_WHAT TO PRODUCE:_
Look for the string "AgeBand" in the data below, and copy each line that holds it.

_GIVEN ENTRIES:_
········

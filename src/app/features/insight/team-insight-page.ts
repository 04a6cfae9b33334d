import {
  ChangeDetectionStrategy,
  Component,
  computed,
  effect,
  inject,
  input,
  signal,
  untracked,
} from '@angular/core';
import { RouterLink } from '@angular/router';
import type { ChartConfiguration } from 'chart.js';
import { MatButtonModule } from '@angular/material/button';
import type { TeamDto } from '../../../../shared/types';
import type { TeamInsightDto } from '../../../../shared/types/plan-api';
import { TeamsApi } from '../../core/api/teams-api';
import { problemMessage } from '../../core/http/problem-message';
import { ICONS } from '../../core/icons/shipped-icon';
import { dayWords, momentDayWords, numberWords } from '../../core/locale/locale-format';
import { InsightChart } from './insight-chart';
import { LOW_TOUCH_SHARE, summariseInsight } from './services/insight-summary';

const PITCH = '#2f7d4f';
const CONE = '#d9631c';

/** Who comes and who gets the ball: a team's attendance and estimated touches over its sessions. */
@Component({
  selector: 'cw-team-insight-page',
  imports: [RouterLink, MatButtonModule, ...ICONS, InsightChart],
  templateUrl: './team-insight-page.html',
  styleUrl: './team-insight-page.scss',
  changeDetection: ChangeDetectionStrategy.OnPush,
})
export class TeamInsightPage {
  /** The team's id, from the route. */
  readonly teamId = input.required<string>();

  private readonly teamsApi = inject(TeamsApi);
  protected readonly insight = signal<TeamInsightDto | null>(null);
  protected readonly team = signal<TeamDto | null>(null);
  protected readonly error = signal<string | null>(null);
  /** A number with the browser's separators, no decimals. */
  protected readonly number = (value: number) => numberWords(value);

  protected readonly summary = computed(() => {
    const insight = this.insight();
    return insight ? summariseInsight(insight) : null;
  });
  protected readonly lowIds = computed(
    () => new Set(this.summary()?.fewestTouches.map((p) => p.playerId) ?? []),
  );
  protected readonly playersByTouches = computed(() =>
    [...(this.insight()?.players ?? [])]
      .filter((p) => p.sessionsAttended > 0)
      .sort((a, b) => a.averageTouches - b.averageTouches),
  );

  protected readonly attendanceChart = computed<ChartConfiguration | null>(() => {
    const insight = this.insight();
    if (!insight?.sessions.length) return null;
    return {
      type: 'bar',
      data: {
        labels: insight.sessions.map((s) => this.sessionLabel(s.date, s.createdAt)),
        datasets: [
          {
            label: $localize`Players present`,
            data: insight.sessions.map((s) => s.present),
            backgroundColor: insight.sessions.map((s) => (s.recorded ? PITCH : '#9cc7ad')),
            borderRadius: 4,
          },
        ],
      },
      options: {
        scales: {
          y: {
            beginAtZero: true,
            suggestedMax: insight.squadSize,
            ticks: { precision: 0 },
            title: { display: true, text: $localize`:Chart axis title:players` },
          },
        },
        plugins: { legend: { display: false } },
      },
    };
  });

  protected readonly touchesChart = computed<ChartConfiguration | null>(() => {
    const players = this.playersByTouches();
    if (!players.length) return null;
    const low = this.lowIds();
    return {
      type: 'bar',
      data: {
        labels: players.map((p) => p.displayName),
        datasets: [
          {
            label: $localize`Estimated touches per session attended`,
            data: players.map((p) => Math.round(p.averageTouches)),
            backgroundColor: players.map((p) => (low.has(p.playerId) ? CONE : PITCH)),
            borderRadius: 4,
          },
        ],
      },
      options: {
        indexAxis: 'y',
        scales: {
          x: {
            beginAtZero: true,
            title: { display: true, text: $localize`:Chart axis title:touches (estimate)` },
          },
        },
        plugins: { legend: { display: false } },
      },
    };
  });

  protected readonly touchesHeight = computed(() => Math.max(200, this.playersByTouches().length * 28 + 60));
  protected readonly lowShare = Math.round(LOW_TOUCH_SHARE * 100);

  constructor() {
    effect(() => {
      const teamId = this.teamId();
      untracked(() => this.load(teamId));
    });
  }

  private load(teamId: string): void {
    this.error.set(null);
    this.teamsApi.insight(teamId).subscribe({
      next: (insight) => this.insight.set(insight),
      error: (error: unknown) => this.error.set(problemMessage(error)),
    });
    this.teamsApi.get(teamId).subscribe({ next: (team) => this.team.set(team), error: () => undefined });
  }

  /** A chart's words for screen readers: what it is, then what it shows. */
  protected chartSummary(line: string): string {
    return $localize`Bar chart. ${line}:summary:`;
  }

  /** "1 Dec 2026" in the browser's locale: the session's day, else the day the plan was made. */
  protected sessionDay(date: string | null, createdAt: string): string {
    return date ? dayWords(date, 'day-month-year') : momentDayWords(createdAt, 'day-month-year');
  }

  /** "1 Dec" for the chart's axis, in the browser's locale. */
  private sessionLabel(date: string | null, createdAt: string): string {
    return date ? dayWords(date, 'day-month') : momentDayWords(createdAt, 'day-month');
  }
}
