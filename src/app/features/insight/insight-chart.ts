import {
  afterRenderEffect,
  ChangeDetectionStrategy,
  Component,
  DestroyRef,
  ElementRef,
  inject,
  input,
  viewChild,
} from '@angular/core';
import {
  BarController,
  BarElement,
  CategoryScale,
  Chart,
  Legend,
  LinearScale,
  LineController,
  LineElement,
  PointElement,
  Tooltip,
  type ChartConfiguration,
} from 'chart.js';

Chart.register(
  BarController,
  BarElement,
  LineController,
  LineElement,
  PointElement,
  CategoryScale,
  LinearScale,
  Tooltip,
  Legend,
);

/** A chart.js chart on a canvas; the canvas is an image whose words come from `summary`. */
@Component({
  selector: 'cw-insight-chart',
  template: `<div class="cw-chart" [style.height.px]="height()">
    <canvas #canvas role="img" [attr.aria-label]="summary()"></canvas>
  </div>`,
  styles: `
    .cw-chart {
      position: relative;
      width: 100%;
    }
  `,
  changeDetection: ChangeDetectionStrategy.OnPush,
})
export class InsightChart {
  /** What to draw. */
  readonly config = input.required<ChartConfiguration>();
  /** The chart in one sentence, for screen readers. */
  readonly summary = input.required<string>();
  readonly height = input(280);

  private readonly canvas = viewChild.required<ElementRef<HTMLCanvasElement>>('canvas');
  private chart: Chart | null = null;

  constructor() {
    afterRenderEffect(() => {
      const config = this.config();
      this.chart?.destroy();
      this.chart = null;
      const canvas = this.canvas().nativeElement;
      // No 2D context (a test DOM, a locked-down browser): the text summary and tables still say it all.
      if (!canvas.getContext?.('2d')) return;
      this.chart = new Chart(canvas, {
        ...config,
        options: { responsive: true, maintainAspectRatio: false, animation: false, ...config.options },
      });
    });
    inject(DestroyRef).onDestroy(() => this.chart?.destroy());
  }
}
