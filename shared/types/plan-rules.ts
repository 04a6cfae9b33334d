/**
 * The club rule set: plain JSON the server stores per club and version, the lead edits,
 * and the engine compiles. Parameter tables plus json-rules-engine rules.
 */
import type { ActivityKind, StationKind } from './plan';
import type { AgeGroup, Focus, Level, PlanKind } from './plan-request';

export const AGE_BANDS = ['U6-U8', 'U9-U10', 'U11-U12', 'U13-U14', 'U15-adult'] as const;
export type AgeBand = (typeof AGE_BANDS)[number];

export interface GroupSize {
  min: number;
  preferred: number;
  max: number;
}

export interface KeepBallFormat {
  attackers: number;
  defenders: number;
}

export interface KeepBallLevel {
  /** Allowed formats, most preferred first. */
  formats: KeepBallFormat[];
  maxAttackersPerDefender: number;
}

/** Side lengths (m) for a reference group size; scaled with the square root of group size. */
export interface AreaSize {
  width: number;
  length: number;
  forPlayers: number;
  /** Bounds on the width (the across side); length keeps the table's proportion. */
  minWidth: number;
  maxWidth: number;
  /** Metres the width changes per progression step. */
  step: number;
}

/** The part of a session a slot fills; a training theme re-fills `technical` and `opposed`. */
export const SLOT_ROLES = [
  'movement',
  'arrival',
  'duel',
  'passing',
  'finishing',
  'possession',
  'technical',
  'opposed',
  'game',
  'finish',
  'cool-down',
] as const;
export type SlotRole = (typeof SLOT_ROLES)[number];

/** One part of a session's shape: which kinds can fill it, its share of the time, what goes first. */
export interface SessionSlot {
  role: SlotRole;
  name: string;
  /** Kinds that can fill the slot, most preferred first. */
  kinds: StationKind[];
  /** Relative share of the minutes. */
  share: number;
  /** Lower numbers are kept first when time is short. */
  priority: number;
  /** A cap on the slot's minutes (the rest goes to slots without one). */
  maxMinutes?: number;
}

/** What a training theme puts in the technical and opposed parts of a session. */
export interface ThemeKinds {
  technical: StationKind[];
  opposed: StationKind[];
}

/** The small-sided format for an age band: players per side, goalkeepers included. */
export interface GameFormat {
  maxPerSide: number;
  minPerSide: number;
  /** Whether games at this age have goalkeepers (US Soccer 2016: none in 4v4). */
  goalkeepers: boolean;
}

/** Children per adult, for players up to an age. */
export interface SupervisionRatio {
  upToAge: number;
  childrenPerAdult: number;
}

export const BALL_USES = ['each', 'pair', 'group', 'none'] as const;
/** How an activity uses balls: one each, one per pair, a few per group, or none. */
export type BallUse = (typeof BALL_USES)[number];

export interface ActivityDefinition {
  id: string;
  kind: StationKind;
  title: string;
  /** One line for menus and the library. */
  summary: string;
  /** What the players do, in a sentence or two. */
  description: string;
  coachingPoints: string[];
  /** Ways to make it easier, in a coach's words. */
  easier: string[];
  /** Ways to make it harder. */
  harder: string[];
  /** The age groups it suits, youngest and oldest. */
  ages: { from: AgeGroup; to: AgeGroup };
  levels: Level[];
  /** Focuses this activity serves; preferred when the request names them. */
  focus: Focus[];
  /** 1 gentle … 5 match pace; phases are ordered by it. */
  intensity: number;
  balls: BallUse;
  /** Whether sides wear bibs. */
  bibs?: boolean;
  /** One of the kind's set-ups (its first when absent), drawn by the kind's module. */
  layout?: string;
  /** Players in one group (station), within the club's group sizes for the kind. */
  players: { min: number; max: number };
  /** Set on activities a club added itself. */
  origin?: 'club';
  /** A retired activity is kept for old plans but never chosen or offered. */
  retired?: boolean;
}

export interface KindRules {
  /** Which way the area moves to make the activity harder. */
  harderWhenArea: 'smaller' | 'larger';
  /** Kinds tried, in order, when this one cannot be played. */
  substitutes: StationKind[];
  /** Whether groups of this kind may be rotated to a different side for layout. */
  rotatable: boolean;
}

export interface TouchRate {
  /** Estimated touches per player per minute with a ball to hand. */
  perMinute: number;
  /** Share of the minutes a player is on the ball or in play. */
  activeShare: number;
  /** Touches per minute for players in other roles (a goalkeeper handles, a defender presses). */
  byRole?: { goalkeeper?: number; defender?: number; server?: number };
}

export interface RuleParameters {
  ageGroups: Record<AgeGroup, { index: number; band: AgeBand; allowedKinds: ActivityKind[] }>;
  groupSizes: Record<StationKind, Record<Level, GroupSize>>;
  keepBall: Record<Level, KeepBallLevel>;
  /**
   * Keep-ball needs room (square metres per player, the shortest side); from an age every group
   * plays the two-defender formats of the advanced level (5v2, 6v2).
   */
  keepBallLimits: { minM2PerPlayer: number; minSideM: number; twoDefendersFromAge: number };
  areas: Record<StationKind, Record<AgeBand, AreaSize>>;
  /** Multiplier on area sides by level (beginners get more room). */
  areaLevelScale: Record<Level, number>;
  sessionShapes: Record<PlanKind, Record<AgeBand, SessionSlot[]>>;
  themes: Record<Focus, ThemeKinds>;
  gameFormats: Record<AgeBand, GameFormat>;
  timing: {
    minPhaseMinutes: number;
    /** Longest stretch without a drinks break. */
    drinksEveryMinutes: number;
    /** The same at or above the heat threshold. */
    heatDrinksEveryMinutes: number;
    drinksMinutes: number;
    /** How quickly one adult puts out or lifts cones, and moves a goal. */
    conesPerMinute: number;
    goalMovesPerMinute: number;
  };
  kinds: Record<StationKind, KindRules>;
  touchRates: Record<StationKind, TouchRate>;
  touchTarget: { active: boolean; minPerPlayer: number; maxPerPlayer: number; fromMinutes: number };
  cautions: { heatC: number; coldC: number };
  /** The most intense activity chosen (the heat rule lowers it). */
  intensity: { max: number };
  supervision: { ratios: SupervisionRatio[]; minAdults: number; stationsPerAdult: number; source: string };
  layout: { bufferM: number; shotClearanceM: number; gateWidthM: number };
  allocation: { coachPenalty: number; fallbackStationPenalty: number };
  /** How strongly the planner avoids activities the team used lately (0 = not at all). */
  variety: { recentPenalty: number };
  /** Share multiplier per kind when a focus rule fires (1 = as the shape says). */
  focusBoost: Record<StationKind, number>;
  activities: ActivityDefinition[];
}

export type RuleCondition =
  | { all: RuleCondition[] }
  | { any: RuleCondition[] }
  | { not: RuleCondition }
  | { fact: string; operator: string; value: unknown; path?: string };

export type RuleEvent =
  | { type: 'set-parameter'; params: { path: string; value: unknown; effect: string } }
  | { type: 'forbid-activity'; params: { kind?: ActivityKind; activityId?: string; reason: string } }
  | { type: 'require-activity'; params: { kind: StationKind; reason: string } }
  | { type: 'warning'; params: { code: string; message: string } }
  | { type: 'caution'; params: { code: string; message: string; source?: string } }
  | {
      type: 'progression-step';
      params: { kind: StationKind; direction: 'harder' | 'easier' | 'keep'; reason: string };
    };

export interface ClubRule {
  id: string;
  description: string;
  conditions: { all: RuleCondition[] } | { any: RuleCondition[] };
  event: RuleEvent;
}

export interface RuleSetDocument {
  id: string;
  version: number;
  name: string;
  parameters: RuleParameters;
  rules: ClubRule[];
}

········

_WORKED SOLUTION:_
export type AgeBand = (typeof AGE_BANDS)[number];
  ageGroups: Record<AgeGroup, { index: number; band: AgeBand; allowedKinds: ActivityKind[] }>;
  areas: Record<StationKind, Record<AgeBand, AreaSize>>;
  sessionShapes: Record<PlanKind, Record<AgeBand, SessionSlot[]>>;
  gameFormats: Record<AgeBand, GameFormat>;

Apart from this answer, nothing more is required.